“兄弟们,咱们该走了。”
将士们齐刷刷站直身体,向他行礼。
武公点了点头,然后转过头,看向羊顶顶。
羊顶顶看见武公看向他,激动得浑身发抖,眼眶都红了。
“武公大人!”
他单膝跪地,抱拳行礼。
“鬼羊族羊顶顶,见过武公大人!”
武公看着他,打量了一会儿:“好小子,你居然还活着?”
羊顶顶抬起头道:“大人……您还记得小的?”
武公走过来,在他面前站定:“当然记得,你小时候,还尿过老子的战袍,老子能忘了你?”
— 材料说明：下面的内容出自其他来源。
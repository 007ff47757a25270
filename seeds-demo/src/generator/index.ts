export {
  deskDefaults,
  generateDesk,
  generatedDesk,
  GeneratorRefusal,
  type DeskOptions,
  type GenerateResult,
  type GeneratedDesk,
} from './generate-desk';
export { GENERATED_EMAIL_DOMAIN, type ClaimRow } from './desk-rows';
export { type GeneratedClaim } from './verdict-rows';
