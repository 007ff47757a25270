import { Card, Flex, Heading, Separator, Text } from '@radix-ui/themes';
import type { CalculatorInfo } from '@skyledger/calc';
import type { CurrentUser, VerdictVersionView, WorkingView } from '@skyledger/contracts';
import type { ReactNode } from 'react';
import { AppLink } from '@/components/ui/app-link';
import { DateTime } from '@/components/ui/date-time';
import type { ShowNotice } from '@/components/ui/toaster';
import { paths } from '@/config/paths';
import { hasClaimRole, mayChangePart } from '@/features/claims/claim-permissions';
import { RemoveWorkingDialog } from './remove-working-dialog';
import { RerunWorking } from './rerun-working';
import { WorkingCautions } from './working-cautions';
import { WorkingInputs } from './working-inputs';
import { WorkingNote } from './working-note';
import { WorkingOutputs } from './working-outputs';
import { WorkingSteps } from './working-steps';

function Part({ title, children }: { title: string; children: ReactNode }) {
  return (
    <Flex direction="column" gap="2">
      <Heading as="h4" size="2" color="gray">
        {title}
      </Heading>
      {children}
    </Flex>
  );
}

interface WorkingCardProps {
  claimId: string;
  working: WorkingView;
  calculator: CalculatorInfo | undefined;
  /** The earliest verdict version that uses this working, if one does. */
  usedBy?: Pick<VerdictVersionView, 'number' | 'state'>;
  user: CurrentUser;
  onNotice: ShowNotice;
}

/** One saved working: who ran what, with which inputs, what came out, and how. */
export function WorkingCard({
  claimId,
  working,
  calculator,
  usedBy,
  user,
  onNotice,
}: WorkingCardProps) {
  const title = calculator?.title ?? working.calculatorId;
  const mayChange = mayChangePart(user, working.ranBy);
  const ranged = working.monteCarlo?.rangedInputs ?? [];
  const inputLabel = (name: string) =>
    calculator?.inputs.find((input) => input.name === name)?.label ?? name;

  return (
    <Card size="3" asChild>
      <article aria-labelledby={`working-${working.id}`}>
        <Flex direction="column" gap="4">
          <Flex direction="column" gap="1">
            <Heading as="h3" size="4" id={`working-${working.id}`}>
              {title}
            </Heading>
            <Text size="2" color="gray">
              Run by {working.ranBy.displayName}, <DateTime value={working.ranAt} />. Library{' '}
              {working.libraryVersion}
              {working.checkedAt ? (
                <>
                  ; computed by the server <DateTime value={working.checkedAt} />
                </>
              ) : null}
              .
            </Text>
          </Flex>
          <Part title="Inputs">
            <WorkingInputs working={working} calculator={calculator} />
          </Part>
          <Part title="Outputs">
            <WorkingOutputs working={working} calculator={calculator} />
            {working.monteCarlo && ranged.length > 0 ? (
              <Text size="1" color="gray">
                Bands from {working.monteCarlo.samples.toLocaleString('en-GB')} Monte Carlo samples
                (seed {working.monteCarlo.seed}) over the range
                {ranged.length === 1 ? '' : 's'} of {ranged.map(inputLabel).join(', ')}.
              </Text>
            ) : null}
          </Part>
          <WorkingCautions cautions={working.cautions} />
          <Part title="Steps">
            <WorkingSteps steps={working.steps} />
          </Part>
          <Part title="Note">
            <WorkingNote
              claimId={claimId}
              working={working}
              mayEdit={mayChange}
              onNotice={onNotice}
            />
          </Part>
          <Separator size="4" />
          <Flex gap="4" align="start" justify="between" wrap="wrap">
            {hasClaimRole(user.role, 'research') ? (
              <RerunWorking claimId={claimId} working={working} calculator={calculator} />
            ) : null}
            <Flex gap="4" align="center" wrap="wrap">
              <AppLink to={paths.app.workbench.getHref(working.calculatorId, claimId)} size="2">
                Open in workbench
              </AppLink>
              {mayChange && usedBy ? (
                <Text size="2" color="gray">
                  {usedBy.state === 'draft'
                    ? `In the draft of version ${usedBy.number} of the verdict: take it out there to remove it.`
                    : `Kept: version ${usedBy.number} of the verdict uses it as it was.`}
                </Text>
              ) : mayChange ? (
                <RemoveWorkingDialog
                  claimId={claimId}
                  working={working}
                  title={title}
                  onNotice={onNotice}
                />
              ) : null}
            </Flex>
          </Flex>
        </Flex>
      </article>
    </Card>
  );
}
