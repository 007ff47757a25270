import { createHash, randomBytes } from 'node:crypto';

/** A random token for a link or a cookie: 256 bits, URL-safe. */
export function randomToken(): string {
  return randomBytes(32).toString('base64url');
}

/** Tokens are stored only as their SHA-256, so a leaked table opens no account. */
export function sha256Hex(value: string): string {
  return createHash('sha256').update(value).digest('hex');
}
羊顶顶脸一红,不好意思地挠了挠头:“那都是小时候的事了,大人您还提它干嘛……”
武公伸手,在他肩膀上拍了拍,正色道:“羊顶顶。”
羊顶顶立刻挺直身体:“在!”
武公看着他,认真地说:“以后,鬼羊一族就靠你了。”
“替我照顾好他们。”
羊顶顶用力点头:“大人放心,小的一定!”
武公又拍了拍他的肩膀,然后转身,看向净秽。
“净秽,我们走了。”
净秽看着他,嘴唇颤抖,想说点什么,但最后只说出两个字:“慢走。”
武公咧嘴一笑,然后转过身,大手一挥。
“兄弟们,走!”
他迈步往前走,身后数千将士跟着他,步伐整齐,他们走得不快,但每一步都踩得结结实实,踩得地面都在颤抖。
走到佛光边缘,武公停下脚步,最后回头看了一眼净秽。
“保重。”
净秽用力点头:“保重。”
武公笑了笑,然后转身,迈出佛光。
金色的光芒一闪,他的身影消散在空气中。
身后的将士们跟着他,一个接一个走出佛光,消散在空气中。
最后只剩下净秽一个人站在高台上,看着空荡荡的佛光,眼泪止不住地流。
“老家伙,走慢些……”
“老夫很快也会来陪你的。”
这时候,又一群魂魄恢复了容貌。
走在最前面的,是一个老者,白发苍苍,面容清瘦,穿着一件灰色的长袍,手里拄着一根拐棍。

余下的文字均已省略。